## [EXERCISE DESCRIPTION]
Your task is to transcribe the entries below exactly, from their first line down to the line containing "let id = task.state_id();", and to stop there.
[[ GIVEN RECORDS open ]]
//! Every learner's per-step path (act, task step, learn) allocates nothing
//! once a job is under way (design rule: buffers are sized once). A counting
//! global allocator in this test binary only (tests/common).

mod common;

use common::allocations_so_far;

use critbox_core::approx::Obs;
use critbox_core::experiment;
use critbox_core::learn::{build_learner_with, ActionBuf, Transition};
use critbox_core::rng::Stream;
use serde_json::{json, Value};

#[global_allocator]
static GLOBAL: common::Counting = common::Counting;

/// Runs `steps` steps the way the runner does (act at the next state before
/// learning; truncation at the task's limit) and returns the allocations
/// made during the last `measured` of them.
fn allocations(task: Value, base: Value, steps: usize, measured: usize) -> usize {
    let plan = experiment::config::validate_value(&json!({"schema": 1, "task": task, "base": base,
        "variants": [{"label": "x"}], "seeds": 1, "steps": 10}))
    .unwrap_or_else(|e| panic!("{e}"));
    let mut task = plan.make_task();
    let spec = plan.spec.clone();
    let mut rng = Stream::from_seed(1);
    let mut task_rng = Stream::from_seed(2);
    let mut learner = build_learner_with(&plan.variants[0].setup, &spec, &mut rng).unwrap();
    let n = spec.state_vars.len();
    let (mut obs, mut next) = (vec![0.0; n], vec![0.0; n]);
    let (mut a, mut b) = (ActionBuf::for_spec(&spec), ActionBuf::for_spec(&spec));
    let mut fresh = true;
    let mut len = 0u32;
    let mut before = 0;
    for i in 0..steps {
        if i == steps - measured {
            before = allocations_so_far();
        }
        if fresh {
            task.reset(&mut task_rng, &mut obs);
            learner.act(Obs { values: &obs, id: task.state_id() }, &mut rng, &mut a);
            fresh = false;
            len = 0;
        }
        let id = task.state_id();
        let st = task.step(a.as_action(), &mut task_rng, &mut next);
        len += 1;
        let next_id = task.state_id();
        let truncated = !spec.continuing && !st.terminated && len >= spec.max_steps;
        if !st.terminated {
            learner.act(Obs { values: &next, id: next_id }, &mut rng, &mut b);
        }
        let t = Transition {
            obs: Obs { values: &obs, id },
            action: a.as_action(),
            reward: st.reward,
            next: Obs { values: &next, id: next_id },
            next_action: (!st.terminated).then(|| b.as_action()),
            terminated: st.terminated,
            truncated,
        };
        learner.learn(&t, &mut rng).unwrap();
        if st.terminated || truncated {
            fresh = true;
        } else {
            std::mem::swap(&mut obs, &mut next);
            std::mem::swap(&mut a, &mut b);
        }
    }
    allocations_so_far() - before
}

#[test]
fn learners_allocate_nothing_per_step() {
    let rover = json!({"kind": "grid", "layout": "rover"});
    let cartpole = json!({"kind": "cartpole"});
    let lqr = json!({"kind": "lqr", "start": 3});
    let mlp = json!({"kind": "mlp", "hidden": [16, 8]});
    let cases = [
        (rover.clone(), json!({"family": "a2c"})),
        (
            rover.clone(),
            json!({"family": "a2c", "segment": 8, "lambda": 0.9, "entropy": 0.01, "optimizer": {"kind": "adam", "clip": 1}}),
        ),
        (rover.clone(), json!({"family": "qac", "entropy": 0.01})),
        (rover.clone(), json!({"family": "reinforce", "baseline": "optimal"})),
        (rover.clone(), json!({"family": "reinforce", "baseline": "value"})),
        (rover.clone(), json!({"family": "reinforce", "baseline": "average"})),
        (
            rover.clone(),
            json!({"family": "off_policy", "behaviour": {"kind": "snapshot", "snapshot_every": 50}, "rho_cap": 2}),
        ),
        (rover.clone(), json!({"family": "off_policy", "behaviour": {"kind": "epsilon_mix"}})),
        (
            cartpole.clone(),
            json!({"family": "a2c", "actor": mlp, "critic": mlp, "optimizer": {"kind": "adam"}}),
        ),
        (cartpole.clone(), json!({"family": "a2c", "features": {"kind": "fourier", "order": 2}})),
        (cartpole, json!({"family": "a2c", "features": {"kind": "rbf", "centers": 3}})),
        (lqr.clone(), json!({"family": "deterministic", "features": {"kind": "poly", "degree": 1}})),
        (
            lqr.clone(),
            json!({"family": "deterministic", "replay": {"capacity": 500, "batch": 8}, "target_tau": 0.1,
            "critic": {"kind": "mlp", "hidden": [8]}, "optimizer": {"kind": "adam"}, "actor_step": 0.001, "critic_step": 0.001}),
        ),
        (
            lqr.clone(),
            json!({"family": "a2c", "actor_step": 0.001, "features": {"kind": "poly", "degree": 2}}),
        ),
        (
            lqr,
            json!({"family": "off_policy", "behaviour": {"kind": "epsilon_mix"}, "actor_step": 0.001, "features": {"kind": "poly", "degree": 2}}),
        ),
        (json!({"kind": "random_mdp", "continuing": true}), json!({"family": "differential"})),
        (
            json!({"kind": "corridor"}),
            json!({"family": "reinforce", "baseline": "optimal", "actor_step": 0.0005}),
        ),
    ];
    for (task, base) in cases {
        let n = allocations(task.clone(), base.clone(), 6_000, 4_000);
        assert_eq!(n, 0, "{task} {base}: {n} allocations in 4000 steps");
    }
}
[[ GIVEN RECORDS closed ]]
## [RESPONSE AREA]
//! Every learner's per-step path (act, task step, learn) allocates nothing
//! once a job is under way (design rule: buffers are sized once). A counting
//! global allocator in this test binary only (tests/common).

mod common;

use common::allocations_so_far;

use critbox_core::approx::Obs;
use critbox_core::experiment;
use critbox_core::learn::{build_learner_with, ActionBuf, Transition};
use critbox_core::rng::Stream;
use serde_json::{json, Value};

#[global_allocator]
static GLOBAL: common::Counting = common::Counting;

/// Runs `steps` steps the way the runner does (act at the next state before
/// learning; truncation at the task's limit) and returns the allocations
/// made during the last `measured` of them.
fn allocations(task: Value, base: Value, steps: usize, measured: usize) -> usize {
    let plan = experiment::config::validate_value(&json!({"schema": 1, "task": task, "base": base,
        "variants": [{"label": "x"}], "seeds": 1, "steps": 10}))
    .unwrap_or_else(|e| panic!("{e}"));
    let mut task = plan.make_task();
    let spec = plan.spec.clone();
    let mut rng = Stream::from_seed(1);
    let mut task_rng = Stream::from_seed(2);
    let mut learner = build_learner_with(&plan.variants[0].setup, &spec, &mut rng).unwrap();
    let n = spec.state_vars.len();
    let (mut obs, mut next) = (vec![0.0; n], vec![0.0; n]);
    let (mut a, mut b) = (ActionBuf::for_spec(&spec), ActionBuf::for_spec(&spec));
    let mut fresh = true;
    let mut len = 0u32;
    let mut before = 0;
    for i in 0..steps {
        if i == steps - measured {
            before = allocations_so_far();
        }
        if fresh {
            task.reset(&mut task_rng, &mut obs);
            learner.act(Obs { values: &obs, id: task.state_id() }, &mut rng, &mut a);
            fresh = false;
            len = 0;
        }
        let id = task.state_id();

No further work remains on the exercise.